As a small restaurant you will be buying large quantity supplies to save money on bulk buying, but you won't be using bulk quanities.  A vacuum sealer can really help keep things fresh.  

Here is a tasty sounding chicken thigh recipe... 
Honey-Pecan Chicken Thighs Recipe - Poultry - MyRecipes.com


----------



## Steamboater (Mar 22, 2008)

Hi AllenOK: 
     The only problem I find with poaching or even boiling chicken is that when you pull the chicken off when it's still hot or even warm it comes off almost like it's shredded. It's hard to pull off good small whole pieces. I would put it in the fridge and then cool it and then pull it. Frankly, I wait until the following day and do it. 
     I seldom boil chicken anyway unless I'm making chicken soup. I usually brown the chicken in a frying pan with some olive oil and then cover the pan and put it on a very low heat and braise it but, I do that when adding tomatos and any other spices and even a little water. Watch it carefully though so the liqquid doesn't evaporate. You can always add more water (or tomato juice as you go).


----------



## Robo410 (Mar 22, 2008)

I presume you are talking about for the chix n dumplings.  Chicken gives up its flavor to a broth in about an hour.  A "fricasee" cooks the chicken till it falls off the bones, then thickens the broth made (creating a veloute) much what you want to do in chix n dumplings.  Dark meat holds up better than white to such cooking.

As you are talking about public consumption of your food, you need to observe all food safety and handling rules.  Your broth and meat will have to be cooled quickly rather than by sitting on the back table, etc.  

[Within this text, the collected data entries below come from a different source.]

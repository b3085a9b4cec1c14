"""Pin plates: each ply's own limit states beside the pin's.

With ``[check] connector = "pin"``, every ply that gives its ``edge`` (hole
centre to the end edge, along its force) and ``width`` (across the force) is
checked as a pin plate with its own solved bearing force, thickness and steel:

* AISC 360-22: tensile rupture on the net effective area (D5.1(a)), shear
  rupture beyond the hole (D5.1(b)), yielding on the gross section (D2(a)),
  and the D5.2 dimensional rules (width, extension, hole clearance). The
  bearing on the projected area (J7, D5.1(c)) is the driver's "pin bearing".
* EN 1993-1-8: the Table 3.9 geometry for a given thickness (type A) and, as
  an informative item, for a given geometry (type B); with ``[check]
  replaceable = true`` the serviceability rules of 3.13.2 (bearing, contact
  stress, pin bending) at the service load. Table 3.10's plate bearing is the
  driver's "pin bearing" (each ply with its own f_y).

The hole is the model's (d + ``[analysis] hole_clearance``), else d + 1/32 in
(1 mm in S.I.) under AISC, d + 1 mm under EN
(:func:`plyshear.mechanics.strengths.pin_hole`), and it is taken as centred
across the plate.
"""

from __future__ import annotations

import dataclasses

import numpy as np

from plyshear.codes import aisc360 as aisc
from plyshear.codes import en1993_1_8 as en
from plyshear.codes.clause import Clause, cited
from plyshear.codes.common import load_level, resultants
from plyshear.codes.en1993_1_8_check import figure_3_11
from plyshear.codes.result import CheckItem, CheckResult
from plyshear.mechanics.results import BoltResult, Solution
from plyshear.mechanics.strengths import LUG_NET_TENSION, LUG_SHEAR_OUT, pin_hole, unit_form
from plyshear.model.joint import Joint, Ply
from plyshear.units import length_str

PHI_RUPTURE, OMEGA_RUPTURE = 0.75, 2.00  # D5.1(a), D5.1(b)
PHI_YIELD, OMEGA_YIELD = 0.90, 1.67  # D2(a)
GEOMETRY = "lug geometry"
GROSS_YIELDING = "lug gross yielding"


def applies(joint: Joint) -> bool:
    """True for a pin (the pin-plate rules are the standards' rules for pins only)."""
    return joint.check.connector == "pin"


def service_only(joint: Joint, standard: str, method: str) -> bool:
    """True when a replaceable pin's model gives service loads under EN 1993-1-8.

    Such a model is checked to the serviceability rules alone (the strength
    rules take factored loads).
    """
    return (
        standard == "en1993-1-8"
        and applies(joint)
        and joint.check.replaceable
        and load_level(joint, standard, method) == "service"
    )


def extend(joint: Joint, solution: Solution, result: CheckResult, method: str) -> CheckResult:
    """Return ``result`` with the pin-plate items and notes added (unchanged for bolts)."""
    if not applies(joint):
        return result
    service = service_only(joint, result.standard, method)
    out: list[CheckItem] = []
    count = len(solution.bolts)
    for k, bolt in enumerate(solution.bolts):
        per: list[CheckItem] = []
        for pb in bolt.plies:
            ply = joint.plies[pb.ply]
            if ply.is_filler:
                continue
            if result.standard == "en1993-1-8" and joint.check.replaceable:
                per += en_service_items(joint, ply, pb.force)  # no edge or width needed
            if ply.edge is None or ply.width is None:
                continue
            if result.standard == "aisc360-22":
                per += aisc_items(joint, ply, pb.force, method)
            elif not service:
                per += en_items(joint, ply, pb.force)
        if result.standard == "en1993-1-8" and joint.check.replaceable:
            per.append(en_service_bending(joint, bolt, resultants(bolt.M)))
        out += [dataclasses.replace(i, bolt=k, row=count) for i in per]
    return dataclasses.replace(
        result,
        items=result.items + tuple(out),
        notes=tuple(dict.fromkeys(result.notes + tuple(notes(joint, result, service)))),
    )


def notes(joint: Joint, result: CheckResult, service: bool) -> list[str]:
    """What the pin-plate checks leave out, and the load level of the service rules."""
    rules = "D5, D5.2" if result.standard == "aisc360-22" else "Table 3.9"
    out = [
        f"ply {p.name}: no {' or '.join(k for k in ('edge', 'width') if getattr(p, k) is None)}"
        f" given: the pin-plate rules ({rules}) not checked"
        for p in joint.plies
        if not p.is_filler and (p.edge is None or p.width is None)
    ]
    dh = pin_hole(joint, result.standard)
    out.append(
        f"pin plates: hole {length_str(joint.units, dh)}{_hole_source(joint, result)} "
        "taken as centred across each plate"
    )
    if result.standard == "en1993-1-8" and joint.check.replaceable:
        out.append(
            "replaceable pin: the serviceability rules checked with the model's service "
            "loads alone (the strength rules need factored loads)"
            if service
            else "replaceable pin: the serviceability rules (3.13.2) checked with the model's "
            "factored loads (conservative); give service loads and [check] loads = "
            '"service" to check them at the service level'
        )
    if result.standard == "aisc360-22" and joint.check.replaceable:
        out.append(
            "[check] replaceable: AISC 360-22 has no serviceability rule for replaceable "
            "pins (the EN 1993-1-8 rules are not applied)"
        )
    return out


def _hole_source(joint: Joint, result: CheckResult) -> str:
    """Where the pin hole's size comes from, for the note ("" when the model gives it)."""
    if joint.analysis.hole_clearance is not None:
        return ""
    if result.standard != "aisc360-22":
        return " (d + 1 mm)"
    return (
        " (d + 1/32 in, the D5.2 limit)"
        if unit_form(joint) == "us"
        else " (d + 1 mm, the D5.2 limit)"
    )


def _item(
    joint: Joint,
    ply: Ply,
    what: str,
    where: str,
    demand: float,
    capacity: float,
    dimension: str,
    clauses: tuple[Clause, ...],
    **kw: object,
) -> CheckItem:
    """A ply's item; the rule after the ply's name (``"ply X, width"``) is its detail."""
    detail = where.split(", ", 1)[1] if ", " in where else ""
    return CheckItem(
        what,
        demand,
        capacity,
        dimension,
        clauses,
        part="ply",
        ply=joint.plies.index(ply),
        ply_name=ply.name,
        detail=detail,
        **kw,  # type: ignore[arg-type]
    )


def _geometry(joint: Joint, ply: Ply, standard: str) -> tuple[float, float, float]:
    """Hole d_h, extension a beyond the hole and side distance c beside it, mm."""
    dh = pin_hole(joint, standard)
    return dh, ply.edge - dh / 2.0, (ply.width - dh) / 2.0  # type: ignore[operator]


def aisc_items(joint: Joint, ply: Ply, force: float, method: str) -> list[CheckItem]:
    """AISC 360-22 D5 and D2 items of one pin plate carrying ``force`` (N)."""
    d, t = joint.bolt.diameter, ply.thickness
    form = unit_form(joint)
    dh, a, c = _geometry(joint, ply, "aisc360-22")
    where = f"ply {ply.name}"
    ln = joint.units

    def avail(rn: float, phi: float, omega: float) -> float:
        return aisc.available(rn, method, phi, omega)

    b_e = aisc.b_e_pin(t, max(c, 0.0), form)
    b_e0 = aisc.b_e_pin(t, None, form)
    rn_t = aisc.P_n_pin_tension(t, b_e, ply.fu)
    rn_s = aisc.P_n_pin_shear(t, max(a, 0.0), d, ply.fu)
    rn_y = aisc.P_n_yield(ply.width * t, ply.fy)  # type: ignore[operator]
    items = [
        _item(
            joint,
            ply,
            LUG_NET_TENSION,
            where,
            force,
            avail(rn_t, PHI_RUPTURE, OMEGA_RUPTURE),
            "force",
            (cited(aisc.P_n_pin_tension),),
            note=f"2 t be, be {length_str(ln, b_e)}"
            + (" (the side distance governs)" if b_e < b_e0 else ""),
        ),
        _item(
            joint,
            ply,
            LUG_SHEAR_OUT,
            where,
            force,
            avail(rn_s, PHI_RUPTURE, OMEGA_RUPTURE),
            "force",
            (cited(aisc.P_n_pin_shear),),
            note=f"Asf = 2 t (a + d/2), a {length_str(ln, a)}",
        ),
        _item(
            joint,
            ply,
            GROSS_YIELDING,
            where,
            force,
            avail(rn_y, PHI_YIELD, OMEGA_YIELD),
            "force",
            (cited(aisc.P_n_yield),),
            note=f"Ag = width x t, width {length_str(ln, ply.width)}",  # type: ignore[arg-type]
        ),
        _item(
            joint,
            ply,
            GEOMETRY,
            f"{where}, width",
            aisc.pin_plate_min_width(b_e0, d),
            ply.width,  # type: ignore[arg-type]
            "length",
            (cited(aisc.pin_plate_min_width), cited(aisc.b_e_pin)),
            note=f"width >= 2 be + d, be = 2t + {length_str(ln, aisc.B_E_ALLOWANCE[form])}"
            f" = {length_str(ln, b_e0)}",
        ),
        _item(
            joint,
            ply,
            GEOMETRY,
            f"{where}, extension a",
            aisc.pin_plate_min_extension(b_e0),
            a,
            "length",
            (cited(aisc.pin_plate_min_extension),),
            note=f"a >= 1.33 be, a = edge - dh/2 = {length_str(ln, a)}",
        ),
    ]
    if joint.analysis.hole_clearance is not None:  # else the hole is d + the limit itself
        items.append(
            _item(
                joint,
                ply,
                GEOMETRY,
                f"{where}, hole",
                dh,
                aisc.pin_hole_max(d, form),
                "length",
                (cited(aisc.pin_hole_max),),
                informative=True,
                note=f"hole <= d + {length_str(ln, aisc.PIN_HOLE_CLEARANCE[form])}: required where "
                "the pin provides for relative movement under full load",
            )
        )
    return items


def en_items(joint: Joint, ply: Ply, force: float) -> list[CheckItem]:
    """EN 1993-1-8 Table 3.9 items of one pin plate carrying ``force`` (N)."""
    t = ply.thickness
    d0, a, c = _geometry(joint, ply, "en1993-1-8")
    ln = joint.units
    where = f"ply {ply.name}"
    a_req = en.a_min_pin_plate(force, t, ply.fy, d0)
    c_req = en.c_min_pin_plate(force, t, ply.fy, d0)
    if a_req / max(a, 1e-9) >= c_req / max(c, 1e-9):
        type_a = (
            a_req,
            a,
            f"type A: a >= F gM0/(2 t fy) + 2 d0/3, a = {length_str(ln, a)} "
            f"(c needs {length_str(ln, c_req)}, has {length_str(ln, c)})",
        )
    else:
        type_a = (
            c_req,
            c,
            f"type A: c >= F gM0/(2 t fy) + d0/3, c = {length_str(ln, c)} "
            f"(a needs {length_str(ln, a_req)}, has {length_str(ln, a)})",
        )
    t_req = en.t_min_pin_plate(force, ply.fy)
    d0_max = en.d_0_max_pin_plate(t)
    if t_req / t >= d0 / d0_max:
        type_b = (
            t_req,
            t,
            f"type B: t >= 0.7 sqrt(F gM0/fy) (d0 "
            f"{length_str(ln, d0)} <= 2.5 t = {length_str(ln, d0_max)})",
        )
    else:
        type_b = (d0, d0_max, f"type B: d0 <= 2.5 t (t needs {length_str(ln, t_req)})")
    return [
        _item(
            joint,
            ply,
            GEOMETRY,
            f"{where}, type A",
            type_a[0],
            type_a[1],
            "length",
            (cited(en.a_min_pin_plate),),
            note=type_a[2] + "; a plate of the type B shape may meet type B instead",
        ),
        _item(
            joint,
            ply,
            GEOMETRY,
            f"{where}, type B",
            type_b[0],
            type_b[1],
            "length",
            (cited(en.t_min_pin_plate),),
            informative=True,
            note=type_b[2] + "; only for a plate of the type B shape (not checked)",
        ),
    ]


def en_service_items(joint: Joint, ply: Ply, force: float) -> list[CheckItem]:
    """EN 1993-1-8 3.13.2 serviceability items of one plate of a replaceable pin."""
    b = joint.bolt
    d0 = pin_hole(joint, "en1993-1-8")
    fy = min(ply.fy, b.fyb)  # the lower of the pin's and the plate's
    where = f"ply {ply.name}"
    return [
        _item(
            joint,
            ply,
            "pin bearing (serviceability)",
            where,
            force,
            en.F_b_Rd_ser_pin(ply.thickness, b.diameter, fy),
            "force",
            (cited(en.F_b_Rd_ser_pin),),
            note=f"0.6 t d fy / gM6,ser, fy {fy:.0f} MPa",
        ),
        _item(
            joint,
            ply,
            "pin contact stress",
            where,
            en.sigma_h_Ed(ply.E, force, d0, b.diameter, ply.thickness),
            en.f_h_Rd(fy),
            "stress",
            (cited(en.sigma_h_Ed), cited(en.f_h_Rd)),
            note=f"d0 - d {length_str(joint.units, d0 - b.diameter)}",
        ),
    ]


def en_service_bending(joint: Joint, bolt: BoltResult, moment: np.ndarray) -> CheckItem:
    """EN 1993-1-8 Table 3.10: a replaceable pin's bending at serviceability.

    As for the strength item, never below the moment of Figure 3.11 (3.13.2 takes
    the bearing as uniform) where the stack is a clevis.
    """
    i = int(np.argmax(moment))
    demand, note = float(moment[i]), "0.8 Wel fyp / gM6,ser of the shank"
    figure = figure_3_11(joint, bolt)
    if figure is not None and figure > demand:
        demand, note = figure, note + "; the Figure 3.11 moment (uniform bearing) governs"
    return CheckItem(
        "pin bending (serviceability)",
        demand,
        en.M_Rd_ser_pin(joint.bolt.diameter, joint.bolt.fyb),
        "moment",
        (cited(en.M_Rd_ser_pin),),
        part="bolt",
        z=float(bolt.z[i]),
        note=note,
    )


__all__ = ["LUG_NET_TENSION", "LUG_SHEAR_OUT", "applies", "extend", "service_only"]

The meat will come off the bone easily when it is hot or warm, and much less so when it is cool/cold.


----------



## AllenOK (Mar 30, 2008)

Steamboater said:


> Hi AllenOK:
> The only problem I find with poaching or even boiling chicken is that when you pull the chicken off when it's still hot or even warm it comes off almost like it's shredded. It's hard to pull off good small whole pieces. I would put it in the fridge and then cool it and then pull it. Frankly, I wait until the following day and do it.
> I seldom boil chicken anyway unless I'm making chicken soup. I usually brown the chicken in a frying pan with some olive oil and then cover the pan and put it on a very low heat and braise it but, I do that when adding tomatos and any other spices and even a little water. Watch it carefully though so the liqquid doesn't evaporate. You can always add more water (or tomato juice as you go).


 
I see we think on the same wavelengths!  It is easier to do when the chicken is still warm, but it does tend to shred.  Lately, I've been letting my leg-and-thigh quarters cool completely before picking the meat from the bones.

Sometimes I even save the skin and fat when I pick the meat, and start the dish by rendering the chicken fat out of those two.  This adds a nice "caramelized chicken" layer of flavor to the dish, especially if you are going to deglaze the pan.


----------



## Steamboater (Mar 31, 2008)

Allen: I never use chicken skin. Always cut it off and then as much of the fat as I can. It's just something I automatically do after having done it for so many years. There's so many ways you can flavor chicken that, besides being healthier, it doesn't make that much a difference in taste. I remember the days though when my mom would cook using chicken fat. Just sumptuous. Of course, those were the days when there was no Zocor LOL.


----------